I do not know how Denominator[1/p+q] will behave. I find this simple example
In[1]:= expr1 = 1/(a + I b) + c + I d;
Denominator[expr1]
Out[2]= 1
In[3]:= Numerator[expr1]
Out[3]= 1/(a + I b) + c + I d
In[4]:= {LeafCount[expr1], LeafCount[expr1[[1]]] + LeafCount[expr1[[2]]],
LeafCount[Denominator[expr1]] + LeafCount[Numerator[expr1]]}
Out[4]= {168640, 168639, 167369}
The first total is 1 less than the leaves in expr1 because the Plus has been removed. The second total appears to be missing 1271 items so I am concerned about your multiplying and dividing by conjugate of denominator.
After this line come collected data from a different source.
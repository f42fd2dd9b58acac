/**
 * A loopback TCP proxy between the app and the tests' PostgreSQL, so a test can take the database
 * away (`cut`), bring it back (`restore`), or break one connection at a chosen moment: right after
 * PostgreSQL has carried out a statement and before its answer reaches the app (`breakAfterSending`).
 */
import net from 'node:net';
import { inject } from 'vitest';
import { createDb, type Db } from '../../server/db/knex';
import { startTestApp, type TestApp } from './app';
import { createOrgWithMembers, type TestOrg } from './auth';

export interface PgProxy {
  /** DATABASE_URL for the app, through the proxy. */
  url: string;
  /** Drops every connection and refuses new ones until `restore`. */
  cut(): void;
  restore(): void;
  /**
   * The next message from the app containing `marker` reaches PostgreSQL, and its answer is thrown
   * away as the connection is broken. Resolves once that happened.
   */
  breakAfterSending(marker: string): Promise<void>;
  close(): Promise<void>;
}

export async function startPgProxy(databaseUrl: string): Promise<PgProxy> {
  const url = new URL(databaseUrl);
  const pgPort = Number(url.port);
  const sockets = new Set<net.Socket>();
  let up = true;
  let armed: { marker: string; tripped: () => void } | undefined;

  const proxy = net.createServer((client) => {
    if (!up) return void client.destroy();
    const server = net.connect(pgPort, '127.0.0.1');
    sockets.add(client).add(server);
    let breakOnAnswer: (() => void) | undefined;
    client.on('data', (chunk) => {
      server.write(chunk);
      if (armed && chunk.includes(armed.marker)) {
        breakOnAnswer = armed.tripped;
        armed = undefined;
      }
    });
    server.on('data', (chunk) => {
      if (!breakOnAnswer) return void client.write(chunk);
      end();
      breakOnAnswer();
    });
    const end = () => {
      client.destroy();
      server.destroy();
    };
    client.on('error', end).on('close', end);
    server.on('error', end).on('close', end);
  });
  await new Promise<void>((r) => proxy.listen(0, '127.0.0.1', () => r()));
  url.searchParams.delete('host');
  url.host = `127.0.0.1:${(proxy.address() as net.AddressInfo).port}`;

  return {
    url: url.toString(),
    cut() {
      up = false;
      for (const s of sockets) s.destroy();
      sockets.clear();
    },
    restore() {
      up = true;
    },
    breakAfterSending(marker) {
      return new Promise<void>((tripped) => (armed = { marker, tripped }));
    },
    close() {
      up = true;
      for (const s of sockets) s.destroy();
      return new Promise<void>((r) => proxy.close(() => r()));
    },
  };
}

export interface AppThroughProxy {
  t: TestApp;
  /** A connection that does not go through the proxy, for set-up and checks. */
  direct: Db;
  proxy: PgProxy;
  org: TestOrg;
  close(): Promise<void>;
}

/** The app reaching the tests' PostgreSQL through a proxy, a direct connection, and a firm with one member per role. */
export async function startAppThroughProxy(overrides: Record<string, string> = {}): Promise<AppThroughProxy> {
  const direct = createDb(inject('testEnv').DATABASE_URL);
  const proxy = await startPgProxy(inject('testEnv').DATABASE_URL);
  const t = await startTestApp({ DATABASE_URL: proxy.url, ...overrides });
  const org = await createOrgWithMembers(direct);
  return {
    t,
    direct,
    proxy,
    org,
    async close() {
      proxy.restore();
      await t.close();
      await direct.destroy();
      await proxy.close();
    },
  };
}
I suppose it might be possible that the Numerator and Denominator are somehow rearranging the expressions to end up with fewer leaves, but I would verify that the results are correct before using them.
My apologies for making any error. If you can explain what I did incorrectly I would appreciate it.
I do not think Conjugate[Denominator[expr1]] * Numerator[expr1] should be real, but I had hoped that this would provide a rapid method of extracting the real and complex parts. I would verify your calculation on a smaller example to see if this is correct.
I do not know how to interpret your using Chop, everything I was doing was intending to be exact calculations.